Письма заветные, свято хранимые, Снова хотел прочитать я украдкою, Образы милые, в прошлом любимые, Вызвать из бледных страниц грезой сладкою…;
Листья душистые, нежно-зеленые, Шепчутся между собой, как влюбленные, В шелесте тихом мне слышны невнятные Сказки, пытливому сердцу понятные…;
Поле широкое, снегом покрытое, Лес, разукрашенный блестками инея. Вспомнил признание первое, нежное, Горькой разлуки картины печальные… (почти по Тургеневу);
Ночью осеннею, ночью ненастною Прочь улетает тревога унылая, Если мне светят из мрака глубокого Глазки твои, моя девушка милая…;
С кротким сиянием света вечернего Сходит порою отрада невнятная В сердце усталое, жизнью разбитое, Только ему одному и понятная…
Стихотворений такого размера и стиля только в ранних сборниках Коринфского больше десятка. Но намного ли отличаются от них стихотворения Бальмонта — поэта уже новой выучки?
Гавань спокойная. Гул умирающий. Звон колокольный, с небес долетающий. Ангелов мирных невнятное пение. Радость прозрачная. Сладость забвения («Тишина»; стихотворение без единого глагола);
Лунным лучом и любовью слиянные, Бледные, страстные, нежные, странные, Оба мы замерли, счастием скованы, Сладостным, радостным сном зачарованы… («Только любовь»);
Где-то на острове Вилиэ-Льявола Души есть, лишь пред собою преступные, Богом забытые, но недоступные Обетованиям лживого дьявола… Жизнь разлюбившие, сердцем уставшие, Что же самим вы себе прекословите?.. («Будем как солнце»: интонации тех же лермонтовских «Туч»).
Ср. у Ратгауза (1895):
Ночь серебристая. Сад засыпающий Веет струею в лицо ароматною. Томные отзвуки песни рыдающей Грудь наполняют тоской непонятною…
Ср. у Вяч. Иванова: напряженность гораздо сильнее, но соотношение между пейзажем и душою — то же, хотя финальный образ эффектно сводит их воедино:
Лебеди белые кличут и плещутся. Пруд — как могила, а запад — в пыланиях… Дрожью предсмертною листья трепещутся, — Сердце в последних сгорает желаниях… За мимолетно-отсветными бликами С жалобой рея пронзенно-унылою, В лад я пою с их вечерними кликами — Лебедь седой над осенней могилою…

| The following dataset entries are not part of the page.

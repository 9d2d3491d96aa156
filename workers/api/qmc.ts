/**
 * Quantum Monte Carlo group of the engine worker: one Markov chain of stochastic series
 * expansion (src/core/qmc/sse-chain.ts) per call. The chain is fixed by its request (seed,
 * chain index), so any worker may run any chain and the run's result depends on the seed and
 * the chain count only (workers/qmc-run.ts drives the batches).
 *
 * The geometry of a cluster (couplings, alias tables, momenta, Fourier tables) costs about a
 * second for a 64 x 64 torus, so the last few are kept, keyed by the cluster spec's JSON.
 * The result's bin tables go back as transferred buffers (no copy).
 */
import { transfer } from 'comlink';
import { qmcGeometry, type QmcGeometry } from '../../src/core/qmc/qmc-geometry.ts';
import { densityFourier, type DensityFourier } from '../../src/core/qmc/density-fourier.ts';
import { runSseChain, type SseChainRequest, type SseChainResult } from '../../src/core/qmc/sse-chain.ts';
import type { ClusterSpec } from '../../src/core/cluster/spec.ts';

/** Geometries kept per worker (a scan over sizes or interaction strengths cycles through a few). */
const KEEP = 6;

interface Built {
  g: QmcGeometry;
  fourier: DensityFourier;
}

const built = new Map<string, Built>();

/** The geometry of a cluster spec, built once per worker (least recently used dropped). */
function geometryOf(spec: ClusterSpec): Built {
  const key = JSON.stringify(spec);
  let b = built.get(key);
  if (b) {
    built.delete(key);
  } else {
    const g = qmcGeometry(spec);
    b = { g, fourier: densityFourier(g) };
    if (built.size >= KEEP) built.delete(built.keys().next().value as string);
  }
  built.set(key, b);
  return b;
}

/** The buffers of a chain result, to transfer rather than copy. */
function buffers(r: SseChainResult): ArrayBuffer[] {
  const arrays = [r.scalars, r.squares, r.nkRe, r.nkIm, r.nk2, r.nk4, r.sites, r.shellSums];
  return arrays.filter((a): a is Float64Array => a !== null).map((a) => a.buffer as ArrayBuffer);
}

export const qmcApi = {
  /** One SSE chain of H(alpha) at inverse temperature beta: its binned measurements. */
  qmcChain(req: SseChainRequest): SseChainResult {
    const { g, fourier } = geometryOf(req.cluster);
    const r = runSseChain(req, g, {}, fourier);
    return transfer(r, buffers(r));
  },
};
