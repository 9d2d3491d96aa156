/**
 * The explorer in real Chromium (Debian's /usr/bin/chromium through playwright-core):
 * the production build served on 127.0.0.1, driven as a user would. Each check below is
 * against the engine's own command line for the same inputs or against what the page
 * must show; none rests on a stored result. Screenshots of every view go to
 * test-output/screenshots (printed at the start).
 */
import { describe, it, expect, beforeAll } from 'vitest';
import { mkdtemp, readFile, rm, writeFile } from 'node:fs/promises';
import { tmpdir } from 'node:os';
import { join } from 'node:path';
import { expectRel } from '../references.ts';
import { useApp } from './harness/app-session.ts';
import { SCREENSHOTS, download, pointAt, runCliLine, scanNumber, screenshot, waitForScan } from './harness/page-tools.ts';

const app = useApp('dist-explorer');

/** Demo axes (src/ui/state/app-state.ts): mu = -1:2.9:64, rb = 0.8:2.4:40. */
const DEMO = { nx: 64, ny: 40 };

beforeAll(() => {
  console.log(`browser tests: screenshots in ${SCREENSHOTS}`);
});

/** Open the page fresh (no saved session) with an optional query. */
async function open(query = '') {
  await app.page.goto(app.url);
  await app.page.evaluate(() => localStorage.clear());
  await app.page.goto(app.url + query);
}

describe('phase atlas', () => {
  it('renders the demo map with at least three distinct phases', async () => {
    await open();
    await waitForScan(app.page, 'done', 90_000);
    expect(await scanNumber(app.page, 'points')).toBe(DEMO.nx * DEMO.ny);
    const legend = await app.page.locator('figure-panel.map svg .legend text').allTextContents();
    const phases = legend.filter((t) => t !== 'Phase');
    expect(phases.length).toBeGreaterThanOrEqual(3);
    // the heatmap itself paints at least three different fills
    const fills = await app.page.locator('figure-panel.map svg .heatmap rect').evaluateAll((rs) => [...new Set(rs.map((r) => r.getAttribute('fill')))]);
    expect(fills.filter((f) => f && !f.startsWith('url')).length).toBeGreaterThanOrEqual(3);
    // fractions written on the density-wave regions
    const labels = await app.page.locator('figure-panel.map svg .fraction-labels text').allTextContents();
    expect(labels).toContain('1/2');
    await screenshot(app.page, 'atlas');
  });

  it('the readout follows the cursor', async () => {
    const readout = app.page.locator('phase-atlas-view .readout');
    await pointAt(app.page, 'figure-panel.map', -0.8, 1.0); // far below the condensate onset: empty
    await expect.poll(() => readout.textContent()).toContain('empty');
    const first = await readout.textContent();
    // mu = -0.8 is grid point 3 of -1:2.9:64 (step 3.9/63 = 0.0619): value -0.8143
    expect(first).toContain('\u03bc = -0.8143');
    await pointAt(app.page, 'figure-panel.map', 1.6, 1.4);
    await expect.poll(() => readout.textContent()).not.toBe(first);
    expect(await readout.textContent()).toMatch(/density wave|supersolid/);
  });

  it('the map is keyboard operable: arrows move the readout, Enter opens the point', async () => {
    const readout = app.page.locator('phase-atlas-view .readout');
    await app.page.locator('figure-panel.map .host').focus();
    await app.page.keyboard.press('ArrowRight');
    const a = await readout.textContent();
    await app.page.keyboard.press('Shift+ArrowRight');
    await expect.poll(() => readout.textContent()).not.toBe(a);
    expect(await readout.textContent()).toMatch(/\u03bc = .*, Rb = /);
    await app.page.keyboard.press('Enter');
    await app.page.locator('point-detail .phase-name').waitFor({ timeout: 20_000 });
    await app.page.locator('point-detail button', { hasText: 'Close' }).click();
    expect(await app.page.locator('point-detail').count()).toBe(0);
  });

  it('the map saves as SVG and as PNG', async () => {
    const svg = await download(app.page, () => app.page.locator('figure-panel.map button', { hasText: 'SVG' }).click());
    expect(svg.name).toMatch(/^atlas-phase-map_chain_vdw_[A-Za-z0-9._-]*\.svg$/); // view, figure and key inputs (tests/ui/export/file-name.test.ts)
    expect(svg.text).toContain('<svg xmlns="http://www.w3.org/2000/svg"');
    expect(svg.text).toContain('chemical potential \u03bc (g)');
    expect(svg.text).toContain('class="legend"');
    const [d] = await Promise.all([app.page.waitForEvent('download'), app.page.locator('figure-panel.map button', { hasText: 'PNG' }).click()]);
    expect(d.suggestedFilename()).toMatch(/^atlas-phase-map_chain_vdw_[A-Za-z0-9._-]*\.png$/);
    const bytes = await readFile(await d.path());
    // the PNG signature (ISO/IEC 15948, 5.2): 89 50 4E 47 0D 0A 1A 0A
    expect([...bytes.subarray(0, 8)]).toEqual([0x89, 0x50, 0x4e, 0x47, 0x0d, 0x0a, 0x1a, 0x0a]);
    expect(bytes.length).toBeGreaterThan(10_000);
  });

  it('a click opens the point with its sublattice pattern', async () => {
    await pointAt(app.page, 'figure-panel.map', 1.5, 1.9);
    await app.page.mouse.down();
    await app.page.mouse.up();
    const detail = app.page.locator('point-detail');
    await detail.locator('.phase-name').waitFor({ timeout: 20_000 });
    const name = await detail.locator('.phase-name').textContent();
    // at T = 0 without a condensate the density is locked: a filling, named as one
    expect(name).toMatch(/density wave, filling 1\/3/);
    // the pattern: sites on the lattice, shaded by density with a period of three
    const fills = await detail.locator('figure-panel.pattern svg .dots circle').evaluateAll((cs) => cs.map((c) => c.getAttribute('fill')));
    expect(fills.length).toBeGreaterThanOrEqual(9);
    expect(new Set(fills).size).toBeGreaterThanOrEqual(2);
    for (let i = 3; i < fills.length; i++) expect(fills[i]).toBe(fills[i - 3]);
    await screenshot(app.page, 'atlas-point');
  });

  it('changing the detuning cancels the running scan and redraws', async () => {
    const started = await scanNumber(app.page, 'started');
    const cancelled = await scanNumber(app.page, 'cancelled');
    const detuning = app.page.locator('model-form input[name="detuning"]');
    await detuning.fill('3.3');
    await waitForScan(app.page, 'running');
    await detuning.fill('3.6');
    await waitForScan(app.page, 'done', 90_000);
    expect(await scanNumber(app.page, 'started')).toBe(started + 2);
    expect(await scanNumber(app.page, 'cancelled')).toBeGreaterThanOrEqual(cancelled + 1);
    // every point on the final map belongs to the new detuning
    const { text } = await download(app.page, () => app.page.locator('phase-atlas-view data-export.map-export button', { hasText: 'JSON' }).click());
    const doc = JSON.parse(text) as { params: { delta: number }; points: { delta: number }[]; complete: boolean };
    expect(doc.params.delta).toBe(3.6);
    expect(doc.complete).toBe(true);
    expect(doc.points.every((p) => p.delta === 3.6)).toBe(true);
  });

  it('an invalid value shows its message beside the field and keeps the last map', async () => {
    const svgBefore = await app.page.locator('figure-panel.map svg .heatmap').innerHTML();
    await app.page.locator('model-form input[name="detuning"]').fill('3.6x');
    const msg = app.page.locator('model-form [data-field="detuning"]');
    await expect.poll(() => msg.textContent()).toContain("must be a finite number, got '3.6x'");
    expect(await app.page.locator('phase-atlas-view .stale').count()).toBe(1);
    expect(await app.page.locator('figure-panel.map svg .heatmap').innerHTML()).toBe(svgBefore);
    await screenshot(app.page, 'atlas-invalid');
    // mu above the detuning is refused with the reason (typed on the modes view: on the
    // atlas the mu field is set by the x axis and greyed out)
    await app.page.locator('model-form input[name="detuning"]').fill('3.6');
    await app.page.locator('#tab-modes').click();
    await app.page.locator('model-form input[name="mu"]').fill('4');
    await expect.poll(() => app.page.locator('model-form [data-field="mu"]').textContent()).toContain('photon number is unbounded');
    await app.page.locator('model-form input[name="mu"]').fill('1');
    await expect.poll(() => app.page.locator('model-form [data-field="mu"]').textContent()).toBe('');
    await app.page.locator('#tab-atlas').click();
    await waitForScan(app.page, 'done', 90_000);
    expect(await app.page.locator('figure-panel.map svg .heatmap').innerHTML()).toBe(svgBefore);
  });

  it('CSV export has the CLI header and one row a point, equal to the CLI map', async () => {
    await open('?view=atlas&atlas.x=mu%3D-1%3A2.9%3A12&atlas.y=rb%3D0.9%3A2.1%3A7');
    await waitForScan(app.page, 'done');
    const { name, text } = await download(app.page, () => app.page.locator('phase-atlas-view data-export.map-export button', { hasText: 'CSV' }).click());
    expect(name).toMatch(/^atlas-phase-map_chain_vdw_[A-Za-z0-9._-]*\.csv$/);
    // the page's CSV starts with a '#' header of its inputs (tests/browser/exports.test.ts); the table follows
    const lines = text.trimEnd().split('\n').filter((l) => !l.startsWith('#'));
    const command = await app.page.locator('phase-atlas-view data-export.map-export code.command').textContent();
    const cli = (await runCliLine(command ?? '')).trimEnd().split('\n');
    expect(lines[0]).toBe(cli[0]);
    expect(lines[0].split(',').slice(0, 7)).toEqual(['ix', 'iy', 'mu', 'rb', 'phase', 'fraction', 'cellSize']);
    expect(lines.length - 1).toBe(12 * 7);
    expect(cli.length).toBe(lines.length);
    // one scan path, one column table, one writer (byte for byte in Node:
    // tests/ui/controllers/map-scan.test.ts); here the page runs in Chromium's V8 and the
    // CLI in Node's, so the grand potential is compared to 1e-9 (rounding of two builds)
    const col = lines[0].split(',').indexOf('grandPotential');
    for (let i = 1; i < lines.length; i++) {
      const a = lines[i].split(','), b = cli[i].split(',');
      expect(a.slice(0, 6)).toEqual(b.slice(0, 6));
      expect(Math.abs(Number(a[col]) - Number(b[col]))).toBeLessThan(1e-9);
    }
  });

  it('the URL round-trips the whole state; the last session is restored on reload', async () => {
    await open();
    await app.page.locator('model-form select[name="lattice"]').selectOption('square');
    // Rb typed on the staircase view (on the atlas the rb axis sets it and the field is greyed out)
    await app.page.locator('#tab-staircase').click();
    await app.page.locator('model-form input[name="rb"]').fill('1.3');
    await app.page.locator('#tab-atlas').click();
    await app.page.locator('phase-atlas-view input[name="range-x"]').fill('-1:2:20');
    await app.page.locator('phase-atlas-view input[name="line-vdw:2"]').check();
    const url = app.page.url();
    // a fresh page (no saved session) opened on the link shows the same entries
    await app.page.goto(app.url);
    await app.page.evaluate(() => localStorage.clear());
    await app.page.goto(url);
    expect(await app.page.locator('model-form select[name="lattice"]').inputValue()).toBe('square');
    expect(await app.page.locator('model-form input[name="rb"]').inputValue()).toBe('1.3');
    expect(await app.page.locator('phase-atlas-view input[name="range-x"]').inputValue()).toBe('-1:2:20');
    expect(await app.page.locator('phase-atlas-view input[name="line-vdw:2"]').isChecked()).toBe(true);
    expect(app.page.url()).toBe(url);
    // the bare address restores the last session
    await app.page.goto(app.url);
    expect(await app.page.locator('model-form input[name="rb"]').inputValue()).toBe('1.3');
    expect(app.page.url()).toBe(url);
  });
});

Эту подборку можно было бы продолжить, но думается, что из нее уже видно: тип просветленного стихотворения о природе, душе, вечности и тайне настолько устоялся в поэзии рубежа ХІХ — ХХ веков, что разница между Ап. Коринфским и Бальмонтом оказывается почти неощутима. Видно и то, что стихотворения все больше становятся безглагольно-нанизывающими, композиционно аморфными, превращаются в лирическое топтание на одном месте. Современники ощущали это очень отчетливо. К. Чуковский в одной из статей книги «От Чехова до наших дней»[70] цитирует стихотворение Вл. Ленского (Абрамовича):
и Чуковский продолжает: «Это стихотворение еще не кончено, но я не могу утерпеть, чтобы не признаться: я переписал его от конца к началу. В нем можно делать и другие перемещения: можно, например, переставить все эпитеты, и эффект получится тот же». Чуковский не лицемерит: в подлиннике у стихотворения есть еще одна строфа, но и она может быть переписана задом наперед таким же образом. (Она вынесена в эпиграф к этой главе.) «Можно переставить стихи в любом порядке» — это обычная форма упрека в бессвязности: Блок попрекал этим С. Соловьева, а Минаев — Фета (тоже переписывая его стихи от конца к началу). В большинстве случаев это — преувеличение, здесь — нет.
Это означает конец: лермонтовский размер, 4-ст. дактиль с дактилическими окончаниями, умирает своей смертью от внутреннего застоя — оттого, что он не нашел возможности развить несколько взаимодействующих и взаимооттеняющих семантических окрасок, обрекся на самоповторение и исчерпал себя.